**Task item:** Among the records below, which lines contain the string "parametrize"? Report them.

Collected data:
━━━━━━━━━━━━━━━━━━━━━━━━━━━━━━

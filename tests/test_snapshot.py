"""Snapshot links and plant text written back as TOML.

Outside references:
- Python's ``float.__repr__`` is the shortest text that reads back to the same IEEE 754
  double (Python docs, "Floating Point Arithmetic: Issues and Limitations"; Steele & White /
  David Gay's algorithm), so a round trip must keep every bit, -0.0 and subnormals included;
- the standard library's TOML 1.0 reader (``tomllib``) is the independent judge of the plant
  text we write;
- base64url is RFC 4648 §5 and zlib is RFC 1950 (the standard library's ``base64`` and ``zlib``
  decode the links independently of our reader).
"""

from __future__ import annotations

import base64
import json
import math
import pickle
import tomllib
import zlib

import numpy as np
import pytest
from hypothesis import given, settings
from hypothesis import strategies as st

from gainboard import core
from gainboard.app.design_file import Design, DesignFileError, plant_to_mapping
from gainboard.app.plant_text import plant_to_toml
from gainboard.app.snapshot import (
    MAX_SNAPSHOT_CHARACTERS,
    SnapshotError,
    design_from_snapshot,
    snapshot_code,
    snapshot_url,
)
from gainboard.sample_plants import bundled_plant_files

finite = st.floats(allow_nan=False, allow_infinity=False, width=64)
text = st.text(st.characters(blacklist_categories=("Cs",)), max_size=40)


def bits(array) -> bytes:
    return np.asarray(array, dtype=float).tobytes()


@st.composite
def designs(draw):
    n = draw(st.integers(1, 4))
    m = draw(st.integers(1, 2))
    matrix = lambda rows, cols: draw(st.lists(st.lists(finite, min_size=cols, max_size=cols),  # noqa: E731
                                              min_size=rows, max_size=rows))
    plant = core.Plant(A=matrix(n, n), B=matrix(n, m), name=draw(text.filter(str.strip)) or "p",
                       summary=draw(text), description=draw(st.text(max_size=200).filter(lambda t: "\x00" not in t)))
    return Design(plant=plant, gain=matrix(m, n))


def pack(raw: bytes) -> str:
    """Encode bytes the way a link carries them, with the standard library only (RFC 1950, RFC 4648 §5)."""
    return "g1." + base64.urlsafe_b64encode(zlib.compress(raw)).decode().rstrip("=")


# -- snapshot links ----------------------------------------------------------------------------


@settings(max_examples=40, deadline=None)
@given(design=designs())
def test_a_snapshot_reproduces_plant_and_gain_bit_for_bit(design):
    code = snapshot_code(design)
    assert len(code) <= MAX_SNAPSHOT_CHARACTERS
    again = design_from_snapshot(code)
    # IEEE 754 shortest-repr round trip (Python docs): every bit survives.
    assert bits(again.gain) == bits(design.gain)
    assert bits(again.plant.A) == bits(design.plant.A) and bits(again.plant.B) == bits(design.plant.B)
    assert again.plant.name == design.plant.name and again.plant.description == design.plant.description


def test_a_snapshot_decodes_with_the_standard_library_alone():
    plant = core.Plant(A=[[0.0, 1.0], [-4.0, 0.0]], B=[[0.0], [1.0]], name="spring")
    design = Design(plant=plant, gain=[[12.0, 8.0]], notes="private remark")  # case 2: K = [3ω0², 4ω0], ω0 = 2
    code = snapshot_code(design)
    body = code.removeprefix("g1.")
    document = json.loads(zlib.decompress(base64.urlsafe_b64decode(body + "=" * (-len(body) % 4))))
    assert document["gain"]["K"] == [[12.0, 8.0]]
    assert document["notes"] == "" and document["gain_history"] == []  # notes and history stay out of links


def test_a_snapshot_url_keeps_the_page_address_and_replaces_the_query():
    design = Design(plant=core.Plant(A=[[-1.0]], B=[[1.0]]), gain=[[0.5]])
    url = snapshot_url("http://127.0.0.1:5006/?room=lab#top", design)
    assert url.startswith("http://127.0.0.1:5006/?design=g1.") and "room=" not in url and "#" not in url


@pytest.mark.parametrize("code, expected", [
    ("g9.eJwrSS0uAQAEXQHB", "version prefix 'g9'"),
    ("eJwrSS0uAQAEXQHB", "version prefix 'none'"),
    ("g1.eJw$rSS0uAQ", "characters other than letters, digits"),
    ("g1." + "A" * (MAX_SNAPSHOT_CHARACTERS + 1), f"at most {MAX_SNAPSHOT_CHARACTERS} are read"),
    ("g1.AAAA", "damaged|incomplete"),
])
def test_damaged_snapshots_are_refused_saying_why(code, expected):
    with pytest.raises(SnapshotError, match=expected):
        design_from_snapshot(code)


def test_a_cut_short_snapshot_is_refused():
    design = Design(plant=core.Plant(A=[[-1.0]], B=[[1.0]]), gain=[[0.5]])
    code = snapshot_code(design)
    with pytest.raises(SnapshotError, match="cut short|incomplete|damaged"):
        design_from_snapshot(code[: len(code) // 2])


def test_a_snapshot_that_inflates_enormously_is_refused():
    code = pack(b" " * 3_000_000)  # about 3 kB of link, 3 MB inflated
    assert len(code) < MAX_SNAPSHOT_CHARACTERS
    with pytest.raises(SnapshotError, match="inflates to more than"):
        design_from_snapshot(code)


def test_a_snapshot_that_is_not_a_design_is_refused_by_the_design_reader():
    with pytest.raises(DesignFileError, match="not a gainboard design file"):
        design_from_snapshot(pack(b'{"format": "something-else"}'))


executed = []


class _Trap:
    def __reduce__(self):
        return (executed.append, ("code ran",))


def test_a_snapshot_carrying_a_pickle_is_refused_without_running_it():
    with pytest.raises(DesignFileError):
        design_from_snapshot(pack(pickle.dumps(_Trap())))
    assert executed == []


def test_a_design_too_large_for_a_link_says_to_share_the_file():
    rng = np.random.default_rng(7)
    noise = "".join(chr(c) for c in rng.integers(0x4E00, 0x9FFF, size=30_000))  # incompressible text
    design = Design(plant=core.Plant(A=[[-1.0]], B=[[1.0]], description=noise), gain=[[1.0]])
    with pytest.raises(SnapshotError, match="share the design file instead"):
        snapshot_code(design)


# -- plant text written back as TOML ----------------------------------------------------------


def _toml_view(mapping):
    """plant_to_mapping writes unbounded limits as "inf" text for JSON; TOML holds real infinities."""
    inputs = dict(mapping["inputs"])
    for key in ("low", "high"):
        if key in inputs:
            inputs[key] = [float(v) for v in inputs[key]]
    return {**mapping, "inputs": inputs}


@pytest.mark.parametrize("stem", sorted(bundled_plant_files()))
def test_bundled_plants_written_as_toml_read_back_identically(stem):
    plant = core.load_plant_file(bundled_plant_files()[stem])
    written = plant_to_toml(plant)
    # The standard library's TOML reader sees exactly the plant's data.
    assert repr(tomllib.loads(written)) == repr(_toml_view(plant_to_mapping(plant)))
    again = core.parse_plant_text(written)
    assert repr(plant_to_mapping(again)) == repr(plant_to_mapping(plant))


@settings(max_examples=50, deadline=None)
@given(
    values=st.lists(finite, min_size=4, max_size=4),
    name=text.filter(str.strip),
    description=st.text(st.characters(blacklist_categories=("Cs",)), max_size=80),
    low=st.one_of(st.just(-math.inf), st.floats(-1e6, 0)),
)
def test_any_plant_written_as_toml_reads_back_bit_for_bit(values, name, description, low):
    plant = core.Plant(A=[values[:2], values[2:]], B=[[0.0], [1.0]], name=name, description=description,
                       input_limits=[(low, math.inf)])
    written = plant_to_toml(plant)
    parsed = tomllib.loads(written)  # the standard library's TOML 1.0 reader
    assert bits(parsed["model"]["A"]) == bits(plant.A)
    assert parsed["name"] == name and parsed["description"] == description
    assert parsed["inputs"]["high"] == [math.inf]
    assert bits(core.parse_plant_text(written).A) == bits(plant.A)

━━━━━━━━━━━━━━━━━━━━━━━━━━━━━━

**Your response:**
@pytest.mark.parametrize("code, expected", [
@pytest.mark.parametrize("stem", sorted(bundled_plant_files()))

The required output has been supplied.